Material supplied
══════════
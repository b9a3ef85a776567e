"""A small room and a small set-up as plain values, and how to write such values as TOML."""

import datetime
import json
import tomllib
from collections.abc import Callable, Iterator
from copy import deepcopy
from pathlib import Path
from typing import Any

import pytest

from geometry.errors import BadInput, Fault

Document = dict[str, Any]

ROOM_TEXT = """
format = 1
name = "Test room"
source_axis_distance_mm = 1000
max_excess_mm = 0.5

[survey]
by = "nobody in particular"
on = 2025-03-14
method = "tape measure"
uncertainty_mm = 3

[gantry]
travel_deg = [-185, 185]
speed_deg_per_s = 6
readout = { zero_deg = 180, sense = -1, resolution_deg = 0.1 }

[collimator]
travel_deg = [-175, 175]

[couch]
head_end_mm = 10
eccentric_offset_mm = [0, 5, 0]
turntable = { travel_deg = [-95, 95] }
eccentric = { travel_deg = [-10, 10] }
lateral = { travel_mm = [-230, 230], speed_mm_per_s = 40, readout = { zero_mm = 1000, sense = 1, resolution_mm = 1 } }
longitudinal = { travel_mm = [-200, 1100] }
vertical = { travel_mm = [-650, 400] }
pitch = { travel_deg = [-3, 3] }
roll = { travel_deg = [-3, 3] }

[[accessory]]
name = "applicator"
slot = "tray"

[[accessory]]
name = "cone"
slot = "tray"

[[arm]]
name = "panel"
[[arm.position]]
name = "parked"
shift_mm = [400, 0, 0]
turn_deg = 20
turn_axis = "y"
turn_about_mm = [0, 0, 100]
[[arm.position]]
name = "extended"

[[arm]]
name = "snout"
direction = [0, 3, -4]
travel_mm = [0, 400]

[[part]]
name = "floor"
mount = "fixed"
shape = "box"
size_mm = [6000, 6000, 100]
centre_mm = [0, 0, -1350]
colour = "Light Grey"

[[part]]
name = "stand"
mount = "fixed"
shape = "cylinder"
radius_mm = 700
start_mm = [0, 1000, 0]
end_mm = [0, 1500, 0]

[[part]]
name = "drum"
mount = "gantry"
shape = "ring"
inner_radius_mm = 500
outer_radius_mm = 900
start_mm = [0, 800, 0]
end_mm = [0, 1000, 0]
arc_deg = [-60, 240]

[[part]]
name = "head"
mount = "gantry"
shape = "loft"
axis = "z"
sections = [
  { along_mm = 420, outline = { circle_radius_mm = 330 } },
  { along_mm = 600, outline = { ellipse_mm = [350, 300], exponent = 2.5, centre_mm = [0, 10] } },
  { along_mm = 900, outline = { rectangle_mm = [760, 800], corner_radius_mm = 200 } },
]

[[part]]
name = "panel"
mount = "gantry"
arm = "panel"
shape = "box"
size_mm = [400, 400, 50]
turns = [["x", 10], ["z", -5]]
at_mm = [0, 0, -600]

[[part]]
name = "snout"
mount = "collimator"
arm = "snout"
shape = "frustum"
start_radius_mm = 200
end_radius_mm = 100
start_mm = [0, 0, 400]
end_mm = [0, 0, 300]

[[part]]
name = "applicator"
mount = "collimator"
accessory = "applicator"
shape = "box"
size_mm = [250, 250, 300]
centre_mm = [0, 0, 250]

[[part]]
name = "cone"
mount = "collimator"
accessory = "cone"
shape = "box"
size_mm = [50, 50, 100]
centre_mm = [0, 0, 250]

[[part]]
name = "table top"
mount = "couch"
shape = "extrusion"
axis = "y"
along_mm = [-2100, 0]
outline = { points = [[-265, 0], [265, 0], [180, -70], [-180, -70]], holes = [[[-50, -20], [50, -20], [0, -40]]] }

[[part]]
name = "pedestal"
mount = "couch"
follows = ["turntable"]
shape = "box"
size_mm = [600, 900, 400]
centre_mm = [0, -1500, -1100]
colour = "#A0b0C0"

[[joined]]
first = "drum"
second = "stand"
reason = "the drum turns in the stand"

[[joined]]
parts = ["pedestal"]
with = ["floor", "stand"]
reason = "stands on the floor"
"""

SETUP_TEXT = """
format = 1
name = "Head"
room = "test.room.toml"
notes = "two\\nlines"

[patient]
position = "HFP"
source = "body"
stature_mm = 1756
mass_kg = 80
build = "man"
sizes = { chest_depth_mm = 260 }
arm_left = "above the head"
arm_right = "at the side"
legs = "apart"

[table]
from_head_end_mm = 50
lateral_mm = 5
height_mm = 20

[isocentre]
landmark = "vertex"
left_mm = 10
head_mm = -80
front_mm = -20

[couch]
pitch_deg = 1
roll_deg = -1
eccentric_deg = 2

[fitted]
accessories = ["cone"]
arms = { panel = "extended", snout = 120 }
collimator_deg = 30

[required]
fixed_mm = 20
k = 1.5
reason = "department's rule"
with_survey = true
component = [ { name = "couch sag", sd_mm = 2 }, { name = "surface", sd_mm = 5, patient_only = true } ]

[[device]]
name = "mask frame"
shape = "box"
size_mm = [300, 400, 20]
centre_mm = [0, -200, 10]
"""


def room_document() -> Document:
    return tomllib.loads(ROOM_TEXT)


def setup_document() -> Document:
    return tomllib.loads(SETUP_TEXT)


def as_toml(value: object) -> str:
    """Return a value in TOML's inline form."""
    if isinstance(value, dict):
        return "{" + ", ".join(f"{_quoted(key)} = {as_toml(item)}" for key, item in value.items()) + "}"
    if isinstance(value, list):
        return "[" + ", ".join(as_toml(item) for item in value) + "]"
    if isinstance(value, str):
        return _quoted(value)
    if isinstance(value, bool):
        return "true" if value else "false"
    if isinstance(value, datetime.date):
        return value.isoformat()
    return repr(value)


def written(path: Path, document: Document | str) -> Path:
    """Write a document, as it is or as values, and return the path."""
    text = document
    if not isinstance(document, str):
        text = "\n".join(f"{_quoted(key)} = {as_toml(value)}" for key, value in document.items())
    path.write_text(str(text), encoding="utf-8")
    return path


def changed(document: Document, place: tuple[str | int, ...], value: object) -> Document:
    """Return a copy with the value at `place` replaced, or removed where it is None."""
    document = deepcopy(document)
    inner: Any = document
    for step in place[:-1]:
        inner = inner[step]
    if value is None:
        del inner[place[-1]]
    else:
        inner[place[-1]] = value
    return document


def places(value: object, so_far: tuple[str | int, ...] = ()) -> Iterator[tuple[str | int, ...]]:
    """Yield the place of every value in a document, tables and lists too."""
    if so_far:
        yield so_far
    if isinstance(value, dict):
        for key, item in value.items():
            yield from places(item, (*so_far, key))
    elif isinstance(value, list):
        for i, item in enumerate(value):
            yield from places(item, (*so_far, i))


def value_at(document: Document, place: tuple[str | int, ...]) -> Any:  # noqa: ANN401 - whatever is there
    """Return the value at a place of `places`."""
    inner: Any = document
    for step in place:
        inner = inner[step]
    return inner


def faults_of(read: Callable[[], object]) -> tuple[Fault, ...]:
    """Return the faults with which `read` refuses its file."""
    with pytest.raises(BadInput) as caught:
        read()
    return caught.value.faults


def outcome(read: Callable[[], object]) -> object:
    """Return what `read` returns, or the tuple of faults with which it refuses its file."""
    try:
        return read()
    except BadInput as error:
        return error.faults


def _quoted(text: str) -> str:
    return json.dumps(text, ensure_ascii=False).replace("\x7f", "\\u007f")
══════════
What is expected
Copy exactly the stretch of data above from the line with "centre_mm = [0, 0, -1350]" through the line with "circle_radius_mm = 330", and omit all other lines.

Expected answer
centre_mm = [0, 0, -1350]
colour = "Light Grey"

[[part]]
name = "stand"
mount = "fixed"
shape = "cylinder"
radius_mm = 700
start_mm = [0, 1000, 0]
end_mm = [0, 1500, 0]

[[part]]
name = "drum"
mount = "gantry"
shape = "ring"
inner_radius_mm = 500
outer_radius_mm = 900
start_mm = [0, 800, 0]
end_mm = [0, 1000, 0]
arc_deg = [-60, 240]

[[part]]
name = "head"
mount = "gantry"
shape = "loft"
axis = "z"
sections = [
  { along_mm = 420, outline = { circle_radius_mm = 330 } },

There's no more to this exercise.